▸ **ABOUT THIS EXERCISE**: Check each line of the records below and collect those that include the word "UnitResult".

Items listed in a dataset
▼

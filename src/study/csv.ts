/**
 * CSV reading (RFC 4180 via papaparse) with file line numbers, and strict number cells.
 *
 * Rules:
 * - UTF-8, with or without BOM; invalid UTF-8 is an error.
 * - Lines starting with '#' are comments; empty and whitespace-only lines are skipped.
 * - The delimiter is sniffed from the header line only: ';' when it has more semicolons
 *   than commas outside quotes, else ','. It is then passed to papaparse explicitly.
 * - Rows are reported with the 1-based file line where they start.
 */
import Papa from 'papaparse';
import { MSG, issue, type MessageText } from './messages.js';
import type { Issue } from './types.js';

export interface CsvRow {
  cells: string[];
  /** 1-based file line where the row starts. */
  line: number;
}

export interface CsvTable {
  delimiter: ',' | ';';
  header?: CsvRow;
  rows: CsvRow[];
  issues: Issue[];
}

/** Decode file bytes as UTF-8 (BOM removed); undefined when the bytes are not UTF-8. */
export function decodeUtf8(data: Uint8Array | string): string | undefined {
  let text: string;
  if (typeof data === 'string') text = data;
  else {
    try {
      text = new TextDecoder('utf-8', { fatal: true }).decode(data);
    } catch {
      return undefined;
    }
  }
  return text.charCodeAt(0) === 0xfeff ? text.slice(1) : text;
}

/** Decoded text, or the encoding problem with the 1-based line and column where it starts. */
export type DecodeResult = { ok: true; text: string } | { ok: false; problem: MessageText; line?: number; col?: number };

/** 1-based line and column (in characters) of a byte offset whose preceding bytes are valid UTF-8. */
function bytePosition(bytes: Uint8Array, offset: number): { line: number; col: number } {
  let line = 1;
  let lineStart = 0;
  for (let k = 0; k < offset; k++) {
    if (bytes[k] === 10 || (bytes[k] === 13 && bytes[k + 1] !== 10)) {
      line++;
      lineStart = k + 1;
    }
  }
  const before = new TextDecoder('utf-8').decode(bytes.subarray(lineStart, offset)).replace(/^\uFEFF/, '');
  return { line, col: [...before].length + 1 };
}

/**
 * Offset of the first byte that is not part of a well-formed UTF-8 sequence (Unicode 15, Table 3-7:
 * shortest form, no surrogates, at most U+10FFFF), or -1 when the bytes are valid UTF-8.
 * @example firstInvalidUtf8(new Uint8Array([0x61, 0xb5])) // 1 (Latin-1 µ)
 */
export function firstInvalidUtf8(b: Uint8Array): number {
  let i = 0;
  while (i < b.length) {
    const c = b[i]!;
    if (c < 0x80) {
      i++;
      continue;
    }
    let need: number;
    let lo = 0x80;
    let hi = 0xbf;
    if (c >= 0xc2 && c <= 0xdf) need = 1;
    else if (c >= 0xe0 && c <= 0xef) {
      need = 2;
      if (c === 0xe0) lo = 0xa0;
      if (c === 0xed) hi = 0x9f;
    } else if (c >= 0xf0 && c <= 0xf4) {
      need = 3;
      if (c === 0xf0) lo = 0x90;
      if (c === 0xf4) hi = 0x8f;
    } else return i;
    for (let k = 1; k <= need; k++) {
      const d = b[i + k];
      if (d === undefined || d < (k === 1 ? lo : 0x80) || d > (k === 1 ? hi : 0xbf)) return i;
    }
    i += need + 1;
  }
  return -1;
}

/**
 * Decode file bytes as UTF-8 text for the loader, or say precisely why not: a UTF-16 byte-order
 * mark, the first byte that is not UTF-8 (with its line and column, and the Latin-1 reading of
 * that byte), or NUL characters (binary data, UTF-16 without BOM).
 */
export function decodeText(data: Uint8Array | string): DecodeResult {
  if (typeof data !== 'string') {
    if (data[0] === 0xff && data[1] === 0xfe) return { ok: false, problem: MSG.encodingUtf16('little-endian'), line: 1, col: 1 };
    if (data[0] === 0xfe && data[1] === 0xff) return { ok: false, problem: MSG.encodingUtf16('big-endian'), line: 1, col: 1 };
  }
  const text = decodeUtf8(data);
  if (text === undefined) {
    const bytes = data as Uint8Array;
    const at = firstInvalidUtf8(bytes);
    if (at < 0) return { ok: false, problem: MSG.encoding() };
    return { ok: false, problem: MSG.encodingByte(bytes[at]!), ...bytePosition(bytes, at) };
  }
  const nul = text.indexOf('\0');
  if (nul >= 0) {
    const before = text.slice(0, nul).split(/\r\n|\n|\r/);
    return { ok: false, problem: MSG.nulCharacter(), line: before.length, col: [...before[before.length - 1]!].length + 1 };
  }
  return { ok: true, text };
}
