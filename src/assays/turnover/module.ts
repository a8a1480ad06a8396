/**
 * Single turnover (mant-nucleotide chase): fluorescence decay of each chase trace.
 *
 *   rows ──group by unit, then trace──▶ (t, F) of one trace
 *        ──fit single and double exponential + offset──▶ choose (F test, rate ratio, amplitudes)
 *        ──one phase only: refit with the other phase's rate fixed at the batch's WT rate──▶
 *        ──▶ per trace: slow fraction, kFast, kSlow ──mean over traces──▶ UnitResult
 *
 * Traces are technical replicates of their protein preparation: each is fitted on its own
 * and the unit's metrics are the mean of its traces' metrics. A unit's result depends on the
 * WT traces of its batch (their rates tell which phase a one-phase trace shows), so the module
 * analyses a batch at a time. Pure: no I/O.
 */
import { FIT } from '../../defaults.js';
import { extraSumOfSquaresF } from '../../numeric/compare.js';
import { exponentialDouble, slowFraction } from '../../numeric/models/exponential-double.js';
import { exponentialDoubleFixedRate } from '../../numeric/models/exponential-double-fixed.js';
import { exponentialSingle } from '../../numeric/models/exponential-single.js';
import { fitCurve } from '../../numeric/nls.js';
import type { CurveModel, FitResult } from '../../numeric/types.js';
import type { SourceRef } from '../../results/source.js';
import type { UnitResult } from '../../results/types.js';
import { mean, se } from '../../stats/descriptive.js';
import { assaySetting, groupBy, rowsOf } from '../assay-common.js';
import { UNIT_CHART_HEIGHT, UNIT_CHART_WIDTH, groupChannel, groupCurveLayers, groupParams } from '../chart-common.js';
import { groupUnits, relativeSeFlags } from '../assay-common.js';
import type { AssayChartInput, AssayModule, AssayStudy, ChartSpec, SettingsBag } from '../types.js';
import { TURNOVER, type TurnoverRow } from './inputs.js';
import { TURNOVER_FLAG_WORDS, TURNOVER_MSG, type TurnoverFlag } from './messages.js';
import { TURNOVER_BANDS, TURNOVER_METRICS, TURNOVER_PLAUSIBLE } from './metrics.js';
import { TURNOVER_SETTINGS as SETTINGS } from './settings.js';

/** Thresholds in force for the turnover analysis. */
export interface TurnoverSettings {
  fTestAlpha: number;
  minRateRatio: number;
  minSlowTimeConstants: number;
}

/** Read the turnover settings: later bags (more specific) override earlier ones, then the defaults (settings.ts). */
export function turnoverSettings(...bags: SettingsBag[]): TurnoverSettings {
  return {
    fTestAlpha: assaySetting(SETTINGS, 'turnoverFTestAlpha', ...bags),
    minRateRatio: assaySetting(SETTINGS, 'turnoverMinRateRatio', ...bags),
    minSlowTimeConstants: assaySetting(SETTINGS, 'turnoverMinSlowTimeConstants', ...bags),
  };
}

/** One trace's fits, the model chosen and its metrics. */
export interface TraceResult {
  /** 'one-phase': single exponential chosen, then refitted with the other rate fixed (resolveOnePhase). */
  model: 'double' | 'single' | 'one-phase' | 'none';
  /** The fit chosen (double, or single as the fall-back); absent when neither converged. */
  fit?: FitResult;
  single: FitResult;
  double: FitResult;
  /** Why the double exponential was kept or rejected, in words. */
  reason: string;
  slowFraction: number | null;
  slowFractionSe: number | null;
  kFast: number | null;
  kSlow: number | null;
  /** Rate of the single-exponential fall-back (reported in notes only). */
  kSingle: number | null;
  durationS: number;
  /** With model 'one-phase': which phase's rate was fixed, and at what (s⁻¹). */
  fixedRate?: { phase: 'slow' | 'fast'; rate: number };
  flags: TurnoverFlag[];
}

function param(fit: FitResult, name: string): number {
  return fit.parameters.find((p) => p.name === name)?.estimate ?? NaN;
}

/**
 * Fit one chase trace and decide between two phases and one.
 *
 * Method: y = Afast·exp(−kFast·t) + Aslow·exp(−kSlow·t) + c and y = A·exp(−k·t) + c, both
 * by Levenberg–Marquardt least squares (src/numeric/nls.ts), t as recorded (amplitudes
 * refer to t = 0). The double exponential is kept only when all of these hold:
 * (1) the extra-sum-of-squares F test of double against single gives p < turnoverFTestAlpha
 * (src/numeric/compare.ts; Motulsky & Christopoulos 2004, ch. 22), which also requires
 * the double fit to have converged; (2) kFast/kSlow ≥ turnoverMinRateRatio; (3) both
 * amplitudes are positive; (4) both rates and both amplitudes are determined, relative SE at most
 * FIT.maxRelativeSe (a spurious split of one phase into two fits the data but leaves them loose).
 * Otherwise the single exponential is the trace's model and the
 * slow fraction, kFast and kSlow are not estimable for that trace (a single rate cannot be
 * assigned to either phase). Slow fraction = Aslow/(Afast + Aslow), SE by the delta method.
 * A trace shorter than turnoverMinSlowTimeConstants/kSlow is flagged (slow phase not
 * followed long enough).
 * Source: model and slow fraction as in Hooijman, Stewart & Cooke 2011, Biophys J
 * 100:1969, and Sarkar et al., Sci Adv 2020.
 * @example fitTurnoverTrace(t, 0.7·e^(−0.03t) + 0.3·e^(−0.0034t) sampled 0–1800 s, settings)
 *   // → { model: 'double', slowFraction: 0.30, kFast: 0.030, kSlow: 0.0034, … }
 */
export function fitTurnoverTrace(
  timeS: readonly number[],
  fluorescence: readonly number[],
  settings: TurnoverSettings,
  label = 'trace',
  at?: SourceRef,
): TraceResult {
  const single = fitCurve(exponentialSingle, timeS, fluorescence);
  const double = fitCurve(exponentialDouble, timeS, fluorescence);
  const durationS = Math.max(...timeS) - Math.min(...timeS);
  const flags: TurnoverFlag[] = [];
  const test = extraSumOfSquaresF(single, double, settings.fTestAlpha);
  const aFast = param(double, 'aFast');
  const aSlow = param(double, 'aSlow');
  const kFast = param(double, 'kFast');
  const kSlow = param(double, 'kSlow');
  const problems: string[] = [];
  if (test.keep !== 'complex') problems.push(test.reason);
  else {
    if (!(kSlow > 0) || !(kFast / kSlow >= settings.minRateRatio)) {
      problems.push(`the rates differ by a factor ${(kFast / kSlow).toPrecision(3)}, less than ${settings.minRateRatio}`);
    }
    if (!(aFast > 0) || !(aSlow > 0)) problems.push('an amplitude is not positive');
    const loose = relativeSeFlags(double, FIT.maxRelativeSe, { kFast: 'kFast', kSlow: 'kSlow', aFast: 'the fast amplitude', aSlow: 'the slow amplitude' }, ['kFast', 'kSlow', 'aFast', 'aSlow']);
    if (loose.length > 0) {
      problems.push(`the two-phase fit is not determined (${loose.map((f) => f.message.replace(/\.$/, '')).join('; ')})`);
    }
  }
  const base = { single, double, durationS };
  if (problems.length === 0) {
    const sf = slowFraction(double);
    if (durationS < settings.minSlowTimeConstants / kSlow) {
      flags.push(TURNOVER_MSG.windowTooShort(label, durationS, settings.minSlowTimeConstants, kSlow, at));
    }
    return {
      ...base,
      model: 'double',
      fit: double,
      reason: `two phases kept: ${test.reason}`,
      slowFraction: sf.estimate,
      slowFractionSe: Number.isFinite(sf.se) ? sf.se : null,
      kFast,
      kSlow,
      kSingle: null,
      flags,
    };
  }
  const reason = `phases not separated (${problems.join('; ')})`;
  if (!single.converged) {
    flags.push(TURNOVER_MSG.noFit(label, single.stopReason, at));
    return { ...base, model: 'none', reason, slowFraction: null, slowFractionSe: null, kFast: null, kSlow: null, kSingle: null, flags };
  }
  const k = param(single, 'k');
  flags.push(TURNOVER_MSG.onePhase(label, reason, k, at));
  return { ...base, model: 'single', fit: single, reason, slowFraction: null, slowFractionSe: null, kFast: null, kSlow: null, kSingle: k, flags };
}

▲

▸ **OUTPUT FOR THIS EXERCISE**:
 *        ──▶ per trace: slow fraction, kFast, kSlow ──mean over traces──▶ UnitResult
import type { UnitResult } from '../../results/types.js';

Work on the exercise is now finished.